HAMPSHIRE
COLLEGE

HACU 234 Traveling Identities: Immigrants, Exiles and Sojourners in Film, Literature and Culture

 

 

Film Notes: HATE

Credits and notes are contained in your course packet.

Discussion questions:

1. Describe the three main protagonists in the film--Hubert, the Afro-Caribbean, Said, the North African, and Vinz, the Jewish character--and their relationship with each other. How do the three characters identify themselves in relation to their immigrant families/parents, France and French national culture, the international youth culture, gangs, the police, their ethnic heritage?

2. In his book Immigration, 'Race', and Ethnicity in Contemporary France (1995), Alec Hargreaves writes: The most influential model for youth gangs of immigrant origin in France is the Zulu Nation, founded in New York in 1975 by the black American activist Africa Bambatta. Since the mid-1980s, its example has been followed in many of France's banlieues. Most of these gangs, who refer to themselves generally as Zulus, have chosen American-English names such as Black Dragon, Criminal Action Force and Fight Boys. They dress in the stylized fashion of young black Americans, incorporate liberal doses of American English into their linguistic codes [the so-called verlan, back-slang], and have adapted the rhythms of rap into newly inflected forms of French. While physically confined to small localities within particular banlieues, in their signifying practices they are part of a global post- colonial culture. ... Gang members share linguistic and other codes and identify with particular territories, both concrete and mythical. Gang cultures do not, however, represent a continuation of the cultural traditions imported by immigrants. They owe far more to the youth cultures of France and the Black Atlantic, with which they interface through the media. While only a minority of immigrant-born youths are gang members, there is among them a much wider identification with the transnational nexus at the heart of gang cultures. (139) Comment on the ways in which the characters in the film incorporate these transnational codes and elements of both black Atlantic and white American culture transmitted through the US-dominated mass media that set them apart from both the cultural heritage of their parents and a specifically French cultural mold.
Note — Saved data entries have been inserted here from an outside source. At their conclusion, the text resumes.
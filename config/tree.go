package config

import (
	"bytes"
	"fmt"
	"path/filepath"
	"sort"
	"strings"
	"unicode/utf8"

	"sagcrest/config/diag"
	"sagcrest/profile/finding"
)

// Limits against files that are no project: a project of a hundred kilometres
// has some ten thousand lines of a hundred characters, and no key lies deeper
// than six levels.
const (
	maxProject = 4 << 20 // bytes
	maxDepth   = 64      // tables and lists within each other
	maxKeys    = 256     // keys of one table, which are searched one by one
)

// source is the text of a file with the starts of its lines.
type source struct {
	path   string
	data   []byte
	starts []int
}

// newSource notes where lines start, so that places cost no second reading.
func newSource(path string, data []byte) *source {
	s := &source{path: path, data: data, starts: []int{0}}
	for i, b := range data {
		if b == '\n' {
			s.starts = append(s.starts, i+1)
		}
	}
	return s
}

// position turns a byte offset into line and column.
func (s *source) position(offset int) position {
	offset = min(max(offset, 0), len(s.data))
	line := sort.SearchInts(s.starts, offset+1) - 1
	return position{line + 1, offset - s.starts[line] + 1}
}

// letter is the position of a line and a column counted in letters.
func (s *source) letter(line, column int) position {
	line = min(max(line, 1), len(s.starts))
	offset := s.starts[line-1]
	for ; column > 1 && offset < len(s.data); column-- {
		_, size := utf8.DecodeRune(s.data[offset:])
		offset += size
	}
	return s.position(offset)
}

// line returns the raw text of a line counted from 1, without its end.
func (s *source) line(n int) string {
	if n < 1 || n > len(s.starts) {
		return ""
	}
	end := len(s.data)
	if n < len(s.starts) {
		end = s.starts[n]
	}
	return strings.ToValidUTF8(strings.TrimRight(string(s.data[s.starts[n-1]:end]), "\r\n"), "\uFFFD")
}

// problem makes a complaint of severity E at a place of the file.
func (s *source) problem(code finding.Code, at position, key, message, help string) diag.Problem {
	return diag.Problem{
		Code: code, Severity: finding.Error,
		File: s.path, Line: at.line, Column: at.column, Excerpt: s.line(at.line),
		Key: key, Message: message, Help: help,
	}
}

// tree collects what the three readers have in common: the source and the
// complaints so far.
type tree struct {
	*source
	problems []diag.Problem
}

// complain keeps a complaint at a place.
func (t *tree) complain(code finding.Code, at position, key, message, help string) {
	t.problems = append(t.problems, t.problem(code, at, key, message, help))
}

// grow reads the bytes of a file by the ending of its name and returns the
// tree of its values, nil when they cannot be read.
func grow(s *source) (*node, []diag.Problem) {
	t := &tree{source: s}
	if !t.sound() {
		return nil, t.problems
	}
	var root *node
	switch ext := strings.ToLower(filepath.Ext(s.path)); ext {
	case ".toml":
		root = t.fromTOML()
	case ".yaml", ".yml":
		root = t.fromYAML()
	case ".json":
		root = t.fromJSON()
	default:
		t.complain("F09", position{1, 1}, "", fmt.Sprintf("a project file ends in .toml, .yaml, .yml or .json, this one in %q", ext), "give it the ending of its format")
	}
	return root, t.problems
}

// sound looks at the bytes before any reader does: size, encoding and a depth
// of brackets at which recursive readers would run out of stack.
func (t *tree) sound() bool {
	start := position{1, 1}
	if len(t.data) > maxProject {
		t.complain("F02", start, "", fmt.Sprintf("the file has %d bytes; a project file has at most %d", len(t.data), maxProject), "is this the survey file?")
		return false
	}
	if bytes.HasPrefix(t.data, []byte("\xef\xbb\xbf")) {
		t.complain("U14", start, "", "the file starts with a byte order mark", "save it as UTF-8 without one")
		return false
	}
	if i := invalid(t.data); i >= 0 {
		t.complain("F02", t.position(i), "", fmt.Sprintf("byte 0x%02x is no UTF-8 text", t.data[i]), "save the file as UTF-8")
		return false
	}
	depth := 0
	for i, b := range t.data {
		switch b {
		case '[', '{':
			depth++
		case ']', '}':
			depth--
		}
		if depth > 16*maxDepth { // brackets in texts and comments count as well: be generous
			t.complain("F02", t.position(i), "", fmt.Sprintf("more than %d brackets are open here", 16*maxDepth), "no project is nested like that")
			return false
		}
	}
	return true
}

// invalid returns the offset of the first byte that is no UTF-8 or is a NUL,
// −1 when there is none.
func invalid(data []byte) int {
	for i := 0; i < len(data); {
		r, size := utf8.DecodeRune(data[i:])
		if r == utf8.RuneError && size == 1 || r == 0 {
			return i
		}
		i += size
	}
	return -1
}

// deep complains once a value lies deeper than any key of a project.
func (t *tree) deep(depth int, at position) bool {
	if depth <= maxDepth {
		return false
	}
	t.complain("F02", at, "", fmt.Sprintf("values are nested more than %d deep here", maxDepth), "no project is nested like that")
	return true
}

// add puts a key into a table, or complains that it is there already.
func (t *tree) add(to *node, e entry) {
	if old := to.entry(e.key); old != nil {
		t.twice(e.key, e.at, old.at)
		return
	}
	t.push(to, e)
}

// push puts a key that is not there yet into a table.
func (t *tree) push(to *node, e entry) {
	if len(to.entries) == maxKeys {
		t.complain("F02", e.at, e.key, fmt.Sprintf("more than %d keys stand in one table", maxKeys), "no table of a project has as many")
	}
	if len(to.entries) <= maxKeys {
		to.entries = append(to.entries, e)
	}
}

// twice says where a key stood first: the two lines may be pages apart.
func (t *tree) twice(key string, again, first position) {
	t.complain("F08", again, key, fmt.Sprintf("%s is given twice", key), fmt.Sprintf("it stands in line %d already; keep one", first.line))
}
3. HATE is set in the so-called banlieues, suburban districts of large cities such as Paris or Lyon that have become synonymous with areas of acute social disadvantage--poverty, high unemployment, and immigrant minority or disenfranchised groups who have been excluded from French society. Describe the ways in which the film represents the banlieue in which the three main characters find themselves trapped. How does the mise-en-scene of the film (setting, lighting, camera angles, framing etc.) suggest the alienation of the banlieue's inhabitants?

4. Analyze the role of mass media, specifically television and advertising in the representation and self-perception of the disadvantaged ethnic and immigrant youths in the film Comment on specific scenes from the film that address this issue.

5. Olivier Mongin in Esprit has written that the film is about "the impossibility of developing an identity, personal or collective." Do you agree with this statement? If so, why? If not, present your reasons for an alternative reading. Comment on the ending of the film.

6. Analyze the different manifestations of violence in the film, and comment on how the various characters respond to and deal with daily violence and police brutality in their lives.